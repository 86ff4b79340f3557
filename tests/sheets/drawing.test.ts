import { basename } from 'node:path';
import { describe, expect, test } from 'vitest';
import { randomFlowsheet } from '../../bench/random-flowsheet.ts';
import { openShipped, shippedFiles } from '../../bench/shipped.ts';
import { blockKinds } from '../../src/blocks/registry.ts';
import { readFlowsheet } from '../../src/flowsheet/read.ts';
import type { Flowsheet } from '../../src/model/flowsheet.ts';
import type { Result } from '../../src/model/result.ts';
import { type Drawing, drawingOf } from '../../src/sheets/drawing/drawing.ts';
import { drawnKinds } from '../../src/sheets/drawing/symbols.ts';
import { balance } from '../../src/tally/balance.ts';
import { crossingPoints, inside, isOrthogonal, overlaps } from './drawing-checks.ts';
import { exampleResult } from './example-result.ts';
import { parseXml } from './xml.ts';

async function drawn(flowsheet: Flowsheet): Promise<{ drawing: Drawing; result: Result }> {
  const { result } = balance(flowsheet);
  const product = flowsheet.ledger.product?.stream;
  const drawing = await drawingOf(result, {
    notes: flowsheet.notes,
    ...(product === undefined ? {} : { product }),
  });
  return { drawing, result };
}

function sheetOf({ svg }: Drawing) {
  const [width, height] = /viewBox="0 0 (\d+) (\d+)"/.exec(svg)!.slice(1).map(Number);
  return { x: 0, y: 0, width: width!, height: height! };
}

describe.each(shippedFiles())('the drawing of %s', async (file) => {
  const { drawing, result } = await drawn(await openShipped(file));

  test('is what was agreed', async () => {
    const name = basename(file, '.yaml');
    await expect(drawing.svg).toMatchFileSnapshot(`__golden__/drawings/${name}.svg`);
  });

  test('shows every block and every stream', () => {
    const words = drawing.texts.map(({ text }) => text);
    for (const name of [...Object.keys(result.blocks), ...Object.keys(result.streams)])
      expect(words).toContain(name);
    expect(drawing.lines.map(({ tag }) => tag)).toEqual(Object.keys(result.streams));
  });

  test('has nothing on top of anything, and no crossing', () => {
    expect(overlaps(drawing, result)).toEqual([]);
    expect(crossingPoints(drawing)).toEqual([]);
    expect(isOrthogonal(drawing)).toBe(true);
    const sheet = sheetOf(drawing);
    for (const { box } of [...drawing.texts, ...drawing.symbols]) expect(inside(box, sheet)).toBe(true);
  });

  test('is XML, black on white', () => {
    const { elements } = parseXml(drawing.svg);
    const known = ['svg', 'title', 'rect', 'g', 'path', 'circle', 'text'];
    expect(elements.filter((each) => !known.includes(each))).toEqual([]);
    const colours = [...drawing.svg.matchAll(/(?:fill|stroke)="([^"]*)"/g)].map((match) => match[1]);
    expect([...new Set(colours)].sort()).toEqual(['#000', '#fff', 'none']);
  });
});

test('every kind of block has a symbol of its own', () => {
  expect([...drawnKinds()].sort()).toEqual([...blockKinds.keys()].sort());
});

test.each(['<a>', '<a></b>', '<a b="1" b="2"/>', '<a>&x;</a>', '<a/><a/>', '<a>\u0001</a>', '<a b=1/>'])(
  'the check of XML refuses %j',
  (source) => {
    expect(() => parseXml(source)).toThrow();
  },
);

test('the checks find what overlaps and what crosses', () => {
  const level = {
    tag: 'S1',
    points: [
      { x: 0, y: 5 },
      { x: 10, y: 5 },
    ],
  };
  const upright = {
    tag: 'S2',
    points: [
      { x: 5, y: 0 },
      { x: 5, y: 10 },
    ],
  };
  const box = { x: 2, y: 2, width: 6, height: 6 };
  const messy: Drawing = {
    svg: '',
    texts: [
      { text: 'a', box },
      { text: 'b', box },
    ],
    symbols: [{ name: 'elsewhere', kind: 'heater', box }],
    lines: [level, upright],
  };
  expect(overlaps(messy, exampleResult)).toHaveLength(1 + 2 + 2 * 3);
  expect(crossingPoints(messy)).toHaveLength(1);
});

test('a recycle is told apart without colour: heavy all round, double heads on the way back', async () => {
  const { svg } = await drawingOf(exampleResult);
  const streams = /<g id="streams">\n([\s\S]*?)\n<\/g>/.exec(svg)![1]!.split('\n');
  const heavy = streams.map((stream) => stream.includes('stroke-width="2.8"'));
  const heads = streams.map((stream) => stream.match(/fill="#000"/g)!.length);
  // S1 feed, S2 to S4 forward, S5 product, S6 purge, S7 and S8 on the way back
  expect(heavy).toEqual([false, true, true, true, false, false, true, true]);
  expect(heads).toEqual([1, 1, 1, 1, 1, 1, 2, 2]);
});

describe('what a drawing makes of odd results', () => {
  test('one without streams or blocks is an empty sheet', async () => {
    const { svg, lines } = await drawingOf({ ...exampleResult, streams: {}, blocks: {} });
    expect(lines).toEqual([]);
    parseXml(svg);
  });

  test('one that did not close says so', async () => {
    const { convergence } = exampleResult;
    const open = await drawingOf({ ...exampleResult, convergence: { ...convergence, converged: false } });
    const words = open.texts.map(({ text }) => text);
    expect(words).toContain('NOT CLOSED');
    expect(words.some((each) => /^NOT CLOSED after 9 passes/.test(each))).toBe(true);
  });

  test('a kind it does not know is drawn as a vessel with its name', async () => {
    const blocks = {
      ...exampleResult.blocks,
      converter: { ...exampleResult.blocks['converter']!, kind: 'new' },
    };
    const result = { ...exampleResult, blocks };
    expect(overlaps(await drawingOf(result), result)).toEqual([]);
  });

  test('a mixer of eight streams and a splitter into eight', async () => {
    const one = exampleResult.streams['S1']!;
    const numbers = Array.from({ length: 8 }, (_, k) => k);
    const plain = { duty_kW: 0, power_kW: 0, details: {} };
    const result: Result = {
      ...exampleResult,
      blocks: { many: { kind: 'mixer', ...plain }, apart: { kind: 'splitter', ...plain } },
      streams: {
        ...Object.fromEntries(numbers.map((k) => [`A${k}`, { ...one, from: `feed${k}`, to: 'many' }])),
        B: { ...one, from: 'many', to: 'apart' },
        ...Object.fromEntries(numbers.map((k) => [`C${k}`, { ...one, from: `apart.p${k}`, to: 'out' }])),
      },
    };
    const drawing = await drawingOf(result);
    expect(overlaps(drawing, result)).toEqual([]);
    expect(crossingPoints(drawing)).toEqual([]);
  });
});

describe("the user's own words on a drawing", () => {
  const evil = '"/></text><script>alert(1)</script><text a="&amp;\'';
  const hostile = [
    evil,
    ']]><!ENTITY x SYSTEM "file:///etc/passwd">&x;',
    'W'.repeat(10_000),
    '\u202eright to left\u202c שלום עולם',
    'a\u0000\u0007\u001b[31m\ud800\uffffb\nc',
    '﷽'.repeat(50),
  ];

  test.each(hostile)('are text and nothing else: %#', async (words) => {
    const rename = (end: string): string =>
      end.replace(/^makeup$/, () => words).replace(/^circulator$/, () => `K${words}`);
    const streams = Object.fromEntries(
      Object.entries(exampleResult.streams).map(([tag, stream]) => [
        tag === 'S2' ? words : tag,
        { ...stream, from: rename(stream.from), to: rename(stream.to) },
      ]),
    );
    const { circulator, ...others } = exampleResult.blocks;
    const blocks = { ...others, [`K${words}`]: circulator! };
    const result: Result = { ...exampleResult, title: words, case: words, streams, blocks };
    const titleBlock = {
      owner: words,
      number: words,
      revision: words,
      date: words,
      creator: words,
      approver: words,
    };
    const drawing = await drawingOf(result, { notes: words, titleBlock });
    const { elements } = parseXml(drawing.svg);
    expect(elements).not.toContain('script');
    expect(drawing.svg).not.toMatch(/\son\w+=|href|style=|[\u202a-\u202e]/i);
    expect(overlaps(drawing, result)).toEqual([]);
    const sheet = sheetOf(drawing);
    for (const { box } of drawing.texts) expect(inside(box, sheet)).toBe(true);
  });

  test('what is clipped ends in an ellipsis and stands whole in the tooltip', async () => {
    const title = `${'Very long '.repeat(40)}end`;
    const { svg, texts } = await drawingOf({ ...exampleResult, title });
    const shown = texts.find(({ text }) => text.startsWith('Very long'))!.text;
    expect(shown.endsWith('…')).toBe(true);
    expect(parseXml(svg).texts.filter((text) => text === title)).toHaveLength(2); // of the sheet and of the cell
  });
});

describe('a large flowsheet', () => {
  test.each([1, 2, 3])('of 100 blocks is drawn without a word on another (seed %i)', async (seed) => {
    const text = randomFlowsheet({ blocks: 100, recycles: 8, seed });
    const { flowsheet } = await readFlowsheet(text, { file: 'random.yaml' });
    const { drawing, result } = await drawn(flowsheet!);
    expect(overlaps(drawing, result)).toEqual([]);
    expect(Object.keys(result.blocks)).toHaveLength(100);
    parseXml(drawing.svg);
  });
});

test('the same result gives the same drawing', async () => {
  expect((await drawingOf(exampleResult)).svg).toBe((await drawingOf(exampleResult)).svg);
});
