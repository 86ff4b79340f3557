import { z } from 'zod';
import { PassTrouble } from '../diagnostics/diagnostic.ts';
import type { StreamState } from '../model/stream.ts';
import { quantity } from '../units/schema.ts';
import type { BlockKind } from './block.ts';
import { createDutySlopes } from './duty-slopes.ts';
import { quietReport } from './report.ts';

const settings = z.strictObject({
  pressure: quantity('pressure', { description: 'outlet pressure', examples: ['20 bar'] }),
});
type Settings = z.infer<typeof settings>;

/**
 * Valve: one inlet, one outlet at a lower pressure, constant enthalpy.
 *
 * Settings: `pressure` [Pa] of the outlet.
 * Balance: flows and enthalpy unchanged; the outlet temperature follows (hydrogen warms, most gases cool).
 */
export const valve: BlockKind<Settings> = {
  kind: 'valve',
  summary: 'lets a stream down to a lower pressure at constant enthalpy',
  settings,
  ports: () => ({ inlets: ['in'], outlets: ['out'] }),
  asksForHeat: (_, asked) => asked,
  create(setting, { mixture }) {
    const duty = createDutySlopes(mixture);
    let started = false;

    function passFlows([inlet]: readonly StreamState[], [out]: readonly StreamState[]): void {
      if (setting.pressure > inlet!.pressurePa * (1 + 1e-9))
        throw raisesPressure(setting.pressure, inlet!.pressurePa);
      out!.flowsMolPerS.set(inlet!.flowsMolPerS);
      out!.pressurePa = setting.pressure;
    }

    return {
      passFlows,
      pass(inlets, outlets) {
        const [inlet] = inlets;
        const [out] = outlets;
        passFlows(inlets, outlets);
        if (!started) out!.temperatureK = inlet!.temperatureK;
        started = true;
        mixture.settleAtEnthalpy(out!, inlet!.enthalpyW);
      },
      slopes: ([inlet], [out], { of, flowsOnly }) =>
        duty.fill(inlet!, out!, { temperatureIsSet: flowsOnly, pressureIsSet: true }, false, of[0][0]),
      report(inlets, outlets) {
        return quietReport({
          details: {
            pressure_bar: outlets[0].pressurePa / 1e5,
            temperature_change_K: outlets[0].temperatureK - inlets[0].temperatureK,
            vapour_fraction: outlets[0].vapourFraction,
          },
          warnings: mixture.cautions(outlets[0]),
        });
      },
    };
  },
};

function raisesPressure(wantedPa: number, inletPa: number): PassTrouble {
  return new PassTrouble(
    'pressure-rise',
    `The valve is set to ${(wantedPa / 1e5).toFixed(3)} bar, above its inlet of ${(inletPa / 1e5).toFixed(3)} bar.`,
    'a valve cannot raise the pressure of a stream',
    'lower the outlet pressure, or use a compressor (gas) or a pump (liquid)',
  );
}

- _Assignment_
Go through the entries above, and wherever a line holds the word "lines", copy that line.

- _Solution below_
    expect(drawing.lines.map(({ tag }) => tag)).toEqual(Object.keys(result.streams));
    lines: [level, upright],
    const { svg, lines } = await drawingOf({ ...exampleResult, streams: {}, blocks: {} });
    expect(lines).toEqual([]);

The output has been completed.